You're welcome to try the bot out on We2.ee at #ai:we2.ee.

Getting Started

  1. Install Ollama
    You’ll need Ollama to run local LLMs (text and multimodal). A quick install:

    curl https://ollama.ai/install.sh | sh

    Choose your preferred models. For base chat functionality, good options include: llama3.3 and phi4. For multimodal chat, you’ll need a vision model. I recommend llama3.2-vision. This can be — but doesn’t have to be — the same as your base chat model.

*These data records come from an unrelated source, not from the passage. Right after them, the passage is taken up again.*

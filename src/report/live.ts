/**
 * The live part of the report page (src/live/ serves it): a section above the report with a
 * slider and a number field per design variable, the write-back and reset buttons, a status
 * line, and the banner where the netlist's diagnostics appear above the last good result; and
 * the script that talks to the server (server-sent events for new results, a request per slider
 * move) and hands each result to the report's own `scatterboxReport.update`.
 *
 * For tests and scripting the script sets `window.scatterboxLive`:
 *   values()            the values the page holds (SI units, in the order of the sliders)
 *   setValue(name, x)   sets a variable (SI units) as its number field does, and re-solves
 *   latencies           ms from each slider or field input to the redrawn page (after the next frame)
 *   results             the number of results drawn so far
 *   idle()              whether no request is under way or waiting
 *
 * @module
 */

import { escapeXml } from './format.js';

/** One slider: a design variable, its range and how the slider moves through it. */
export interface LiveSlider {
  name: string;
  /** The SI unit text ('F', 'H'…), or null. */
  unit: string | null;
  lower: number;
  upper: number;
  value: number;
  /**
   * `series` and `step`: the slider steps through `values`; `log`: logarithmic (the range spans
   * a decade or more); `linear`: even.
   */
  scale: 'series' | 'step' | 'log' | 'linear';
  /** The values of a `series` or `step` slider, ascending, SI units. */
  values?: number[];
  /** The number field shows value / factor in `unit` (an engineering prefix and the unit). */
  display: { factor: number; unit: string };
  /** What the slider steps through, for the label: `E24`, `step 0.1 pF`. */
  note?: string;
}

/** What makes a report page a live one. */
export interface LivePage {
  /** The path the page's requests start with (`/TOKEN/`). */
  base: string;
  sliders: LiveSlider[];
  /** A result whose layout differs (other variables, sweep or entries) reloads the page. */
  layout: string;
  /** The netlist's diagnostics (as on the terminal) when its latest version does not load. */
  diagnostics?: string;
}

/** The live section's HTML. */
export function liveSection(live: LivePage): string {
  const rows = live.sliders.map((s, i) => {
    const max = s.values ? s.values.length - 1 : 1000;
    const dv = s.value / s.display.factor;
    const range = `${String(Number((s.lower / s.display.factor).toPrecision(6)))} to ${String(Number((s.upper / s.display.factor).toPrecision(6)))} ${s.display.unit}`;
    return (
      `<div class="live-var" data-testid="live-var" data-name="${escapeXml(s.name)}" data-scale="${s.scale}">` +
      `<label for="live-slider-${i}" class="live-name">${escapeXml(s.name)}</label>` +
      `<input type="range" id="live-slider-${i}" data-testid="slider" data-name="${escapeXml(s.name)}" min="0" max="${max}" step="1" value="0">` +
      `<input type="number" data-testid="value-field" data-name="${escapeXml(s.name)}" step="any" value="${String(Number(dv.toPrecision(6)))}" aria-label="${escapeXml(s.name)} in ${escapeXml(s.display.unit || 'its unit')}">` +
      `<span class="live-unit">${escapeXml(s.display.unit)}</span>` +
      `<span class="live-range muted">${escapeXml(range)}${s.note ? ` · ${escapeXml(s.note)}` : ''}${s.scale === 'log' ? ' · log' : ''}</span></div>`
    );
  });
  const config = { base: live.base, layout: live.layout, sliders: live.sliders };
  return [
    '<section class="live" data-testid="live">',
    '<h2>Live</h2>',
    `<pre class="live-diagnostics" data-testid="diagnostics"${live.diagnostics ? '' : ' hidden'}>${escapeXml(live.diagnostics ?? '')}</pre>`,
    live.sliders.length > 0 ? `<div class="live-vars">${rows.join('')}</div>` : '<p class="muted" data-testid="no-variables">The netlist has no design variables (<code>let x = 1 pF vary 0.5 pF to 2 pF</code>): edit it and save; the page follows.</p>',
    '<div class="live-actions">',
    `<button type="button" data-testid="write-back"${live.sliders.length ? '' : ' disabled'}>write values into the netlist</button>`,
    `<button type="button" data-testid="reset"${live.sliders.length ? '' : ' disabled'}>reset to the netlist's values</button>`,
    '<span class="live-status" data-testid="live-status" aria-live="polite">watching the netlist</span>',
    '</div>',
    `<script type="application/json" id="sbx-live">${JSON.stringify(config).replace(/</g, '\\u003c')}</script>`,
    '</section>',
  ].join('\n');
}

/** Styles of the live section. */
export const LIVE_CSS = `
.live { border-left: 4px solid var(--accent, #0d6e74); }
.live-diagnostics { background: #fff5f3; border: 1px solid #e9b4ad; color: #5a1710; border-radius: 6px; padding: 8px 12px; font-size: 12.5px; overflow-x: auto; white-space: pre; margin: 0 0 12px; }
.live-vars { display: grid; grid-template-columns: 1fr; gap: 6px; }
.live-var { display: grid; grid-template-columns: 8em minmax(160px, 1fr) 8em 3.5em auto; gap: 10px; align-items: center; font-size: 13px; }
.live-name { font-weight: 650; font-family: ui-monospace, 'DejaVu Sans Mono', monospace; }
.live-var input[type="number"] { width: 100%; font: inherit; }
.live-var input[type="range"] { width: 100%; }
.live-actions { display: flex; gap: 10px; align-items: center; margin-top: 12px; flex-wrap: wrap; }
.live-status { font-size: 12.5px; color: var(--muted, #5f6b7a); }
.live-status[data-kind="error"] { color: var(--fail, #cf3a2f); }
`;

/** The live page's script (plain ES2017, run after the report's own). */
export const LIVE_SCRIPT = String.raw`(function () {
  'use strict';
  var root = document.documentElement;
  var report = window.scatterboxReport;
  var cfg = JSON.parse(document.getElementById('sbx-live').textContent);
  var S = cfg.sliders, base = cfg.base;
  var values = S.map(function (s) { return s.value; });
  var sliders = document.querySelectorAll('[data-testid="slider"]');
  var fields = document.querySelectorAll('[data-testid="value-field"]');
  var banner = document.querySelector('[data-testid="diagnostics"]');
  var status = document.querySelector('[data-testid="live-status"]');
  var latencies = [], results = 0;

  function say(text, kind) {
    status.textContent = text;
    if (kind) status.setAttribute('data-kind', kind); else status.removeAttribute('data-kind');
  }
  function posOf(s, v) {
    if (s.values) {
      var best = 0;
      for (var k = 1; k < s.values.length; k++) if (Math.abs(s.values[k] - v) < Math.abs(s.values[best] - v)) best = k;
      return best;
    }
    if (s.upper === s.lower) return 0;
    var t = s.scale === 'log' ? Math.log(v / s.lower) / Math.log(s.upper / s.lower) : (v - s.lower) / (s.upper - s.lower);
    return Math.round(1000 * Math.min(1, Math.max(0, t)));
  }
  function valueAt(s, p) {
    if (s.values) return s.values[Math.min(s.values.length - 1, Math.max(0, p))];
    if (p <= 0) return s.lower;
    if (p >= 1000) return s.upper;
    return s.scale === 'log' ? s.lower * Math.pow(s.upper / s.lower, p / 1000) : s.lower + (s.upper - s.lower) * p / 1000;
  }
  function show(i) {
    sliders[i].value = String(posOf(S[i], values[i]));
    if (document.activeElement !== fields[i]) fields[i].value = String(Number((values[i] / S[i].display.factor).toPrecision(6)));
  }
  S.forEach(function (s, i) { show(i); });

  function showDiagnostics(text) {
    if (text) { banner.textContent = text; banner.hidden = false; root.setAttribute('data-live-state', 'error'); }
    else { banner.textContent = ''; banner.hidden = true; root.setAttribute('data-live-state', 'ok'); }
  }
  function apply(msg, t0) {
    if (msg.layout !== cfg.layout) { location.reload(); return; }
    report.update(msg.content);
    values = msg.values.slice();
    S.forEach(function (s, i) { show(i); });
    showDiagnostics(msg.diagnostics || '');
    results++;
    root.setAttribute('data-live-results', String(results));
    if (t0 !== null && t0 !== undefined) {
      requestAnimationFrame(function () {
        var ms = performance.now() - t0;
        latencies.push(ms);
        root.setAttribute('data-live-latency', ms.toFixed(2));
      });
    }
  }

  // one request at a time; moves made meanwhile are sent together when it returns
  var busy = false, waiting = null;
  function post(path, body) {
    return fetch(base + path, { method: 'POST', headers: { 'content-type': 'application/json' }, body: JSON.stringify(body), credentials: 'omit', cache: 'no-store' })
      .then(function (r) { return r.json().then(function (j) { if (!r.ok) throw new Error(j && j.error ? j.error : 'the server answered ' + r.status); return j; }); });
  }
  function solve(t0) {
    if (busy) { if (waiting === null) waiting = t0; return; }
    busy = true;
    post('solve', { values: values }).then(function (msg) { apply(msg, t0); say('solved'); }, function (e) { say(e.message, 'error'); })
      .then(function () {
        busy = false;
        if (waiting !== null) { var t = waiting; waiting = null; solve(t); }
      });
  }
  S.forEach(function (s, i) {
    sliders[i].addEventListener('input', function () {
      var t0 = performance.now();
      values[i] = valueAt(s, Number(sliders[i].value));
      fields[i].value = String(Number((values[i] / s.display.factor).toPrecision(6)));
      solve(t0);
    });
    fields[i].addEventListener('change', function () {
      var t0 = performance.now();
      var x = Number(fields[i].value) * s.display.factor;
      if (!isFinite(x) || fields[i].value.trim() === '') { show(i); return; }
      values[i] = Math.min(s.upper, Math.max(s.lower, x));
      show(i);
      solve(t0);
    });
  });
  var wb = document.querySelector('[data-testid="write-back"]');
  wb.addEventListener('click', function () {
    say('writing…');
    post('write-back', { values: values }).then(function (msg) { say(msg.message); }, function (e) { say(e.message, 'error'); });
  });
  var reset = document.querySelector('[data-testid="reset"]');
  reset.addEventListener('click', function () {
    post('reset', {}).then(function (msg) { apply(msg, performance.now()); say('reset to the netlist\'s values'); }, function (e) { say(e.message, 'error'); });
  });

  var events = new EventSource(base + 'events');
  events.addEventListener('result', function (ev) { apply(JSON.parse(ev.data), null); say('updated from ' + (JSON.parse(ev.data).why || 'the netlist')); });
  events.addEventListener('diagnostics', function (ev) { var m = JSON.parse(ev.data); showDiagnostics(m.text); say(m.status, 'error'); });
  events.addEventListener('error', function () { if (events.readyState === 2) say('the server has stopped', 'error'); });
  showDiagnostics(banner.textContent);
  root.setAttribute('data-live-results', '0');

  window.scatterboxLive = {
    values: function () { return values.slice(); },
    setValue: function (name, x) {
      var i = S.map(function (s) { return s.name; }).indexOf(name);
      if (i < 0) throw new Error('no variable ' + name);
      values[i] = x;
      show(i);
      solve(performance.now());
    },
    latencies: latencies,
    get results() { return results; },
    /** Whether no request is under way or waiting. */
    idle: function () { return !busy && waiting === null; },
  };
  root.setAttribute('data-live-ready', 'true');
})();
`;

    Pull your chosen model(s) with:

    ollama pull <modelname>
  2. Create a Python Environment (Recommended)
    You can use either conda/mamba or venv:

    # Using conda/mamba:
    mamba create -n llux python=3.10
    conda activate llux
    
    # or using Python's built-in venv:
    python3 -m venv venv
    source venv/bin/activate
  3. Install Dependencies
    Install all required Python libraries from requirements.txt:

    pip install -r requirements.txt

    This will install:

    • matrix-nio for Matrix connectivity
    • diffusers for image generation
    • ollama for local LLMs
    • torch for the underlying deep learning framework
    • pillow for image manipulation
    • markdown, pyyaml, etc.
  4. Set Up Your Bot

    • Create a Matrix account for your bot (on a server of your choice).
    • Record the server, username, and password.
    • Copy config.yaml-example to config.yaml (e.g., cp config.yaml-example config.yaml).
    • In your new config.yaml, fill in the relevant fields (Matrix server, username, password, channels, admin usernames, etc.). Also configure the Ollama section for your model settings and the Diffusers section for image generation (model, device, steps, etc.).

    Note: this bot was designed for macOS on Apple Silicon. It has not been tested on Linux. It should work on Linux but might require some minor changes, particularly for image generation. At the very least you will need to change device in config.yaml from mps to your torch device, e.g., cuda.

  5. Run llux

    python3 llux.py

    If you’re using a virtual environment, ensure it’s activated first.

Usage

  • .ai message or botname: message
    Basic conversation or roleplay prompt. By replying with this prompt to an image attachment on Matrix, you engage your multimodal / vision model and can ask the model questions about the image attachment.

  • .img prompt Generate an image with the prompt

  • .tts text Convert the provided text to speech

  • .x username message
    Interact with another user’s chat history (use the display name of that user).

  • .persona personality
    Set or change to a specific roleplaying personality.

  • .custom prompt
    Override the default personality with a custom system prompt.

  • .reset
    Clear your personal conversation history and revert to the preset personality.

  • .stock
    Clear your personal conversation history, but do not apply any system prompt.

Admin Commands

  • .model modelname

    • Omit modelname to show the current model and available options.
    • Include modelname to switch to that model.
  • .clear
    Reset llux for everyone, clearing all stored conversations, deleting image cache, and returning to the default settings.

License & Attribution

llux is based in part on ollamarama-matrix by h1ddenpr0cess20. For that reason it is covered by the same AGPL-3.0 license.